Publication year - 2021
Publication title -
iet communications
Language(s) - English
Resource type - Journals
SCImago Journal Rank - 0.355
H-Index - 62
eISSN - 1751-8636
pISSN - 1751-8628
DOI - 10.1049/cmu2.12182
Subject(s) - pulse position modulation , pulse amplitude modulation , bandwidth (computing) , bit error rate , transmission (telecommunications) , pulse width modulation , modulation (music) , computer science , amplitude , electronic engineering , pulse (music) , power (physics) , telecommunications , optics , physics , decoding methods , acoustics , engineering , quantum mechanics , detector
A hybrid multiple pulse amplitude and position modulation (H‐MPAPM) scheme based on gradual multi‐pulse pulse‐position modulation (G‐MPPM) and multi‐level pulse amplitude modulation (M‐PAM) schemes is proposed for deep‐space optical communication.
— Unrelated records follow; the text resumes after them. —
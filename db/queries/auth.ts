import { asc, eq, sql } from "drizzle-orm";
import type { Member } from "@/lib/auth/can";
import { getDb } from "../client";
import { auditEvents, memberships, users, workshops } from "../schema";

/** Credentials for the sign-in check only; nothing here leaves the server. */
export function findCredentials(email: string) {
  return getDb()
    .select({ id: users.id, passwordHash: users.passwordHash, sessionVersion: users.sessionVersion })
    .from(users)
    .where(eq(users.email, email.toLowerCase()))
    .get();
}

export function emailTaken(email: string): boolean {
  return !!getDb().select({ id: users.id }).from(users).where(eq(users.email, email.toLowerCase())).get();
}

/** Sign-up: a workshop, its first user and the owner membership, all or nothing. */
export function createWorkshopWithOwner(input: { workshopName: string; name: string; email: string; passwordHash: string }) {
  return getDb().transaction((tx) => {
    const workshop = tx.insert(workshops).values({ name: input.workshopName }).returning({ id: workshops.id }).get();
    const user = tx
      .insert(users)
      .values({ email: input.email.toLowerCase(), name: input.name, passwordHash: input.passwordHash })
      .returning({ id: users.id, sessionVersion: users.sessionVersion })
      .get();
    tx.insert(memberships).values({ workshopId: workshop.id, userId: user.id, role: "owner" }).run();
    tx.insert(auditEvents)
      .values({ workshopId: workshop.id, actorUserId: user.id, action: "workshop.created", detail: { name: input.workshopName } })
      .run();
    return { userId: user.id, sessionVersion: user.sessionVersion, workshopId: workshop.id };
  });
}

/** The member for a user id, checking nothing else: the preferred workshop if they belong to it, else their first. */
export function loadMember(userId: number, preferredWorkshopId?: number): (Member & { sessionVersion: number }) | null {
  const row = getDb()
    .select({
      userId: users.id,
      email: users.email,
      name: users.name,
      sessionVersion: users.sessionVersion,
      workshopId: memberships.workshopId,
      workshopName: workshops.name,
      role: memberships.role,
    })
    .from(users)
    .innerJoin(memberships, eq(memberships.userId, users.id))
    .innerJoin(workshops, eq(workshops.id, memberships.workshopId))
    .where(eq(users.id, userId))
    .orderBy(sql`case when ${memberships.workshopId} = ${preferredWorkshopId ?? 0} then 0 else 1 end`, asc(memberships.id))
    .limit(1)
    .get();
  return row ?? null;
}
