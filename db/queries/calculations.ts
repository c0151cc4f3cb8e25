import { and, desc, eq } from "drizzle-orm";
import { assertCan, type Member } from "@/lib/auth/can";
import { getCalculator } from "@/lib/calc/registry";
import { runCalculator } from "@/lib/calc/run";
import { NotFoundError, ValidationError, notFound } from "@/lib/errors";
import type { CalculationSave } from "@/lib/jobs/calculation-schemas";
import { getDb } from "../client";
import { calculations, users } from "../schema";
import { assertJobInWorkshop, touchJob } from "./job-access";

/** Saved calculator results on a job. The server recomputes every one; a client's outputs are never stored. */

const columns = {
  id: calculations.id,
  jobId: calculations.jobId,
  slug: calculations.slug,
  inputs: calculations.inputs,
  outputs: calculations.outputs,
  note: calculations.note,
  createdAt: calculations.createdAt,
  authorId: users.id,
  authorName: users.name,
};

type Raw = { authorId: number | null; authorName: string | null } & Omit<typeof calculations.$inferSelect, "workshopId" | "authorId">;

function shape({ authorId, authorName, ...rest }: Raw) {
  return { ...rest, author: authorId === null ? null : { id: authorId, name: authorName ?? "" } };
}

export type SavedCalculation = ReturnType<typeof shape>;

export function listCalculations(member: Member, jobId: number): SavedCalculation[] {
  assertJobInWorkshop(member, jobId);
  return getDb()
    .select(columns)
    .from(calculations)
    .leftJoin(users, eq(users.id, calculations.authorId))
    .where(and(eq(calculations.jobId, jobId), eq(calculations.workshopId, member.workshopId)))
    .orderBy(desc(calculations.createdAt), desc(calculations.id))
    .all()
    .map(shape);
}

/** NotFoundError for an unknown calculator or a job outside the workshop; ValidationError with field messages for bad inputs. */
export function saveCalculation(member: Member, jobId: number, input: CalculationSave): SavedCalculation {
  assertCan(member, "addNotes", "save calculations");
  assertJobInWorkshop(member, jobId);
  const calc = getCalculator(input.slug);
  if (!calc) throw new NotFoundError(`There is no calculator called "${input.slug}".`);
  const run = runCalculator(calc, input.inputs);
  if (!run.ok) throw new ValidationError(run.error.message, run.error.fields);
  // Stored as JSON; the row returned is read back from the database, so it is what a later read gives.
  const { inputs, outputs } = run.result;
  return getDb().transaction((tx) => {
    assertJobInWorkshop(member, jobId, tx);
    const row = tx
      .insert(calculations)
      .values({ jobId, workshopId: member.workshopId, slug: calc.slug, inputs, outputs, note: input.note, authorId: member.userId })
      .returning({
        id: calculations.id,
        jobId: calculations.jobId,
        slug: calculations.slug,
        inputs: calculations.inputs,
        outputs: calculations.outputs,
        note: calculations.note,
        createdAt: calculations.createdAt,
      })
      .get();
    touchJob(member, jobId, tx);
    return { ...row, author: { id: member.userId, name: member.name } };
  });
}

export function deleteCalculation(member: Member, jobId: number, calculationId: number) {
  assertCan(member, "editJobs", "remove saved calculations");
  getDb().transaction((tx) => {
    assertJobInWorkshop(member, jobId, tx);
    const gone = tx
      .delete(calculations)
      .where(and(eq(calculations.id, calculationId), eq(calculations.jobId, jobId), eq(calculations.workshopId, member.workshopId)))
      .returning({ id: calculations.id })
      .get();
    if (!gone) throw notFound("That calculation");
  });
}
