import { NextResponse } from "next/server";
import { changeStatusWithChecks } from "@/db/queries/ready-record";
import { route } from "@/server/http/route";
import { statusChangeWithChecksSchema } from "@/lib/jobs/ready-schemas";

/**
 * Technicians and owners move a job along the workflow; each change is written to the log. Moving to
 * "ready" checks the record first: 409 with `error.checks` unless `{ override: true, reason }` is sent.
 */
export const POST = route({ role: "changeStatus", ids: { id: "That job" }, body: statusChangeWithChecksSchema }, ({ member, ids, body }) =>
  NextResponse.json({ job: changeStatusWithChecks(member, ids.id, body) }),
);
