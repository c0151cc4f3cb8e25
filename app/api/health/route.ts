import { NextResponse } from "next/server";

// Dynamic on purpose: the benchmark compares it with the calculator route, so it must not be served from cache.
export const dynamic = "force-dynamic";

export function GET() {
  return NextResponse.json({ ok: true });
}
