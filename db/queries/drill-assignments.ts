import { and, asc, desc, eq, inArray, type SQL } from "drizzle-orm";
import { alias } from "drizzle-orm/sqlite-core";
import { assertCan, can, type Member } from "@/lib/auth/can";
import { drillKindsFor, generateDrill, generateDrillFor, getDrillKind, newSeed, type Drill } from "@/lib/drills";
import type { DrillAssignmentInput } from "@/lib/drills/schemas";
import { ForbiddenError, ValidationError } from "@/lib/errors";
import { getDb } from "../client";
import { drillAssignments, drills, users } from "../schema";
import { drillFromCalculation, findApprentice, insertDrill } from "./drill-rows";

/**
 * Sets of drills an owner or technician gives an apprentice with a due date. The drills are made when the
 * set is made, so the apprentice works through exactly the set chosen; each is answered like any drill.
 */

/** Each entry, a drill kind or a calculator slug, must have drills; the first that has none is named. */
function checkEntries(entries: readonly string[]): void {
  const unknown = entries.find((e) => !getDrillKind(e) && drillKindsFor(e).length === 0);
  if (unknown !== undefined) throw new ValidationError("Some fields need attention.", { kinds: `There is no drill called "${unknown.slice(0, 80)}".` });
}

function drillFor(entry: string): Drill {
  return getDrillKind(entry) ? generateDrill(entry) : generateDrillFor(entry, newSeed());
}

/** Today as a calendar date (UTC): a set is overdue once its due date is behind it. */
const today = () => new Date().toISOString().slice(0, 10);

export function createAssignment(member: Member, input: DrillAssignmentInput) {
  assertCan(member, "assignDrills");
  const apprentice = findApprentice(member, input.apprentice);
  let plan: { drill: Drill; sourceCalculationId?: number }[];
  let kinds: string[];
  if (input.calculationId !== undefined) {
    const drill = drillFromCalculation(member, input.calculationId);
    plan = [{ drill, sourceCalculationId: input.calculationId }];
    kinds = [drill.problem.slug];
  } else {
    kinds = [...new Set(input.kinds ?? [])];
    checkEntries(kinds);
    const count = input.count ?? kinds.length;
    // Kinds taken in turn, so a set of six over three kinds is two of each.
    plan = Array.from({ length: count }, (_, i) => ({ drill: drillFor(kinds[i % kinds.length]) }));
  }
  const id = getDb().transaction((tx) => {
    const row = tx
      .insert(drillAssignments)
      .values({
        workshopId: member.workshopId,
        assignedBy: member.userId,
        apprenticeId: apprentice.userId,
        kinds,
        count: plan.length,
        dueDate: input.due,
        note: input.note || null,
      })
      .returning({ id: drillAssignments.id })
      .get();
    for (const p of plan) insertDrill(tx, member, apprentice.userId, p.drill, { assignmentId: row.id, sourceCalculationId: p.sourceCalculationId });
    return row.id;
  });
  return listAssignments(member, { id }).find((a) => a.id === id)!;
}

const mentor = alias(users, "mentor");

/**
 * `GET /api/drills/assignments`: an apprentice's own sets; for owners and technicians every set in the
 * workshop, or one apprentice's with `apprentice`. Newest due date last, so what is due first leads.
 */
export function listAssignments(member: Member, filter: { apprentice?: number; id?: number } = {}) {
  assertCan(member, "doDrills");
  const where: SQL[] = [eq(drillAssignments.workshopId, member.workshopId)];
  if (!can.followDrills(member)) {
    if (filter.apprentice !== undefined && filter.apprentice !== member.userId)
      throw new ForbiddenError("Your role does not allow you to see another member's drills.");
    where.push(eq(drillAssignments.apprenticeId, member.userId));
  } else if (filter.apprentice !== undefined) {
    where.push(eq(drillAssignments.apprenticeId, findApprentice(member, filter.apprentice).userId));
  }
  if (filter.id !== undefined) where.push(eq(drillAssignments.id, filter.id));
  const sets = getDb()
    .select({
      id: drillAssignments.id,
      apprenticeId: drillAssignments.apprenticeId,
      apprenticeName: users.name,
      assignedByName: mentor.name,
      kinds: drillAssignments.kinds,
      count: drillAssignments.count,
      dueDate: drillAssignments.dueDate,
      note: drillAssignments.note,
      createdAt: drillAssignments.createdAt,
    })
    .from(drillAssignments)
    .innerJoin(users, eq(users.id, drillAssignments.apprenticeId))
    .leftJoin(mentor, eq(mentor.id, drillAssignments.assignedBy))
    .where(and(...where))
    .orderBy(asc(drillAssignments.dueDate), desc(drillAssignments.id))
    .limit(200)
    .all();
  const items = sets.length
    ? getDb()
        .select({ id: drills.id, assignmentId: drills.assignmentId, kind: drills.kind, correct: drills.correct, answeredAt: drills.answeredAt })
        .from(drills)
        .where(
          and(
            eq(drills.workshopId, member.workshopId),
            inArray(
              drills.assignmentId,
              sets.map((s) => s.id),
            ),
          ),
        )
        .orderBy(asc(drills.id))
        .all()
    : [];
  const now = today();
  return sets.map((s) => {
    const mine = items.filter((d) => d.assignmentId === s.id);
    const answered = mine.filter((d) => d.answeredAt !== null).length;
    const state = answered === mine.length ? "done" : s.dueDate < now ? "overdue" : "open";
    return {
      id: s.id,
      apprentice: { userId: s.apprenticeId, name: s.apprenticeName },
      assignedBy: s.assignedByName,
      kinds: s.kinds,
      count: s.count,
      dueDate: s.dueDate,
      note: s.note,
      createdAt: s.createdAt.toISOString(),
      answered,
      correct: mine.filter((d) => d.correct === true).length,
      state: state as "done" | "overdue" | "open",
      drills: mine.map((d) => ({ id: d.id, kind: d.kind, title: getDrillKind(d.kind)?.title ?? d.kind, answered: d.answeredAt !== null, correct: d.correct })),
    };
  });
}
export type DrillAssignmentView = ReturnType<typeof listAssignments>[number];
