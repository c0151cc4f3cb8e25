import { and, asc, eq } from "drizzle-orm";
import { assertCan, type Member } from "@/lib/auth/can";
import { notFound } from "@/lib/errors";
import type { PartUpdate, PartValues } from "@/lib/jobs/part-schemas";
import { getDb } from "../client";
import { parts } from "../schema";
import { assertJobInWorkshop, touchJob } from "./job-access";

/** The replacement list of a job. Reading is for every member; changes are for technicians and owners. */

export const partColumns = {
  id: parts.id,
  jobId: parts.jobId,
  designator: parts.designator,
  kind: parts.kind,
  originalValue: parts.originalValue,
  originalRating: parts.originalRating,
  replacementValue: parts.replacementValue,
  replacementRating: parts.replacementRating,
  state: parts.state,
  createdAt: parts.createdAt,
};

export type PartRow = ReturnType<typeof listParts>[number];

export function listParts(member: Member, jobId: number) {
  assertJobInWorkshop(member, jobId);
  return getDb()
    .select(partColumns)
    .from(parts)
    .where(and(eq(parts.jobId, jobId), eq(parts.workshopId, member.workshopId)))
    .orderBy(asc(parts.id))
    .all();
}

function assertCanEdit(member: Member) {
  assertCan(member, "editJobs", "edit the parts list");
}

export function createPart(member: Member, jobId: number, input: PartValues) {
  assertCanEdit(member);
  return getDb().transaction((tx) => {
    assertJobInWorkshop(member, jobId, tx);
    const part = tx.insert(parts).values({ ...input, jobId, workshopId: member.workshopId }).returning(partColumns).get();
    touchJob(member, jobId, tx);
    return part;
  });
}

/** All rows or none: an import that fails part-way leaves the list as it was. */
export function createParts(member: Member, jobId: number, rows: PartValues[]) {
  assertCanEdit(member);
  return getDb().transaction((tx) => {
    assertJobInWorkshop(member, jobId, tx);
    const created = rows.length
      ? tx.insert(parts).values(rows.map((r) => ({ ...r, jobId, workshopId: member.workshopId }))).returning(partColumns).all()
      : [];
    touchJob(member, jobId, tx);
    return created;
  });
}

export function updatePart(member: Member, jobId: number, partId: number, input: PartUpdate) {
  assertCanEdit(member);
  return getDb().transaction((tx) => {
    assertJobInWorkshop(member, jobId, tx);
    const changes = Object.fromEntries(Object.entries(input).filter(([, v]) => v !== undefined));
    const part = tx
      .update(parts)
      .set(changes)
      .where(and(eq(parts.id, partId), eq(parts.jobId, jobId), eq(parts.workshopId, member.workshopId)))
      .returning(partColumns)
      .get();
    if (!part) throw notFound("That part");
    touchJob(member, jobId, tx);
    return part;
  });
}

export function deletePart(member: Member, jobId: number, partId: number) {
  assertCan(member, "editJobs", "remove parts");
  getDb().transaction((tx) => {
    assertJobInWorkshop(member, jobId, tx);
    const gone = tx
      .delete(parts)
      .where(and(eq(parts.id, partId), eq(parts.jobId, jobId), eq(parts.workshopId, member.workshopId)))
      .returning({ id: parts.id })
      .get();
    if (!gone) throw notFound("That part");
    touchJob(member, jobId, tx);
  });
}
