import { NextResponse } from "next/server";
import { changeJobStatus } from "@/db/queries/jobs";
import { route } from "@/server/http/route";
import { statusChangeSchema } from "@/lib/jobs/job-schemas";

/** Technicians and owners move a job along the workflow; each change is written to the log. */
export const POST = route({ role: "changeStatus", ids: { id: "That job" }, body: statusChangeSchema }, ({ member, ids, body }) =>
  NextResponse.json({ job: changeJobStatus(member, ids.id, body.status) }),
);
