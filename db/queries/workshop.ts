import { eq } from "drizzle-orm";
import { assertRole, type Member } from "@/lib/auth/member";
import type { WorkshopSettingsInput } from "@/lib/workshop/schemas";
import { getDb } from "../client";
import { workshops } from "../schema";
import { recordAudit } from "./audit";

const settingsColumns = {
  id: workshops.id,
  name: workshops.name,
  contactEmail: workshops.contactEmail,
  contactPhone: workshops.contactPhone,
  address: workshops.address,
  readyMessageTemplate: workshops.readyMessageTemplate,
};

/** Name and contact details; every member may read them. */
export function getWorkshopSettings(member: Member) {
  const row = getDb().select(settingsColumns).from(workshops).where(eq(workshops.id, member.workshopId)).get();
  if (!row) throw new Error("Member's workshop is missing");
  return row;
}
export type WorkshopSettings = ReturnType<typeof getWorkshopSettings>;

export function updateWorkshopSettings(member: Member, input: WorkshopSettingsInput) {
  assertRole(member, ["owner"], "change the workshop's settings");
  return getDb().transaction((tx) => {
    const before = tx.select(settingsColumns).from(workshops).where(eq(workshops.id, member.workshopId)).get();
    const updated = tx.update(workshops).set(input).where(eq(workshops.id, member.workshopId)).returning(settingsColumns).get();
    const changed = (Object.keys(input) as (keyof WorkshopSettingsInput)[]).filter((k) => before?.[k] !== updated[k]);
    if (changed.length) recordAudit(tx, { workshopId: member.workshopId, actorUserId: member.userId, action: "workshop.updated", detail: { changed } });
    return updated;
  });
}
In this scheme, transmitted information is conveyed by different combinations of the positions and amplitudes of multiple optical pulses. The performance of the proposed scheme with multi‐pulse pulse‐position modulation (MPPM), G‐MPPM and multiple pulse amplitude and position modulation (M‐PAPM) schemes in terms of the number of transmitted symbols, data rate, symbol error rate (SER), bit error rate (BER), bandwidth utilization efficiency and power requirements are studied in this work. Our results reveal that, at the same frame size, the proposed scheme allows much more symbols per frame transmission, achieves higher transmission energy and further enhance the bandwidth utilization efficiency of MPPM, G‐MPPM and M‐PAPM schemes. Moreover, compared to the MPPM and G‐MPPM, the proposed scheme achieves lower levels of SERs but at the expense of peak power levels. Furthermore, the proposed scheme outperforms G‐MPPM and MPPM schemes by approximately 1 and 2 dB at a BER of 10 −6 , respectively. In addition, the analytical expressions for the BER and SER of the proposed scheme are validated using Monte Carlo (MC) simulations.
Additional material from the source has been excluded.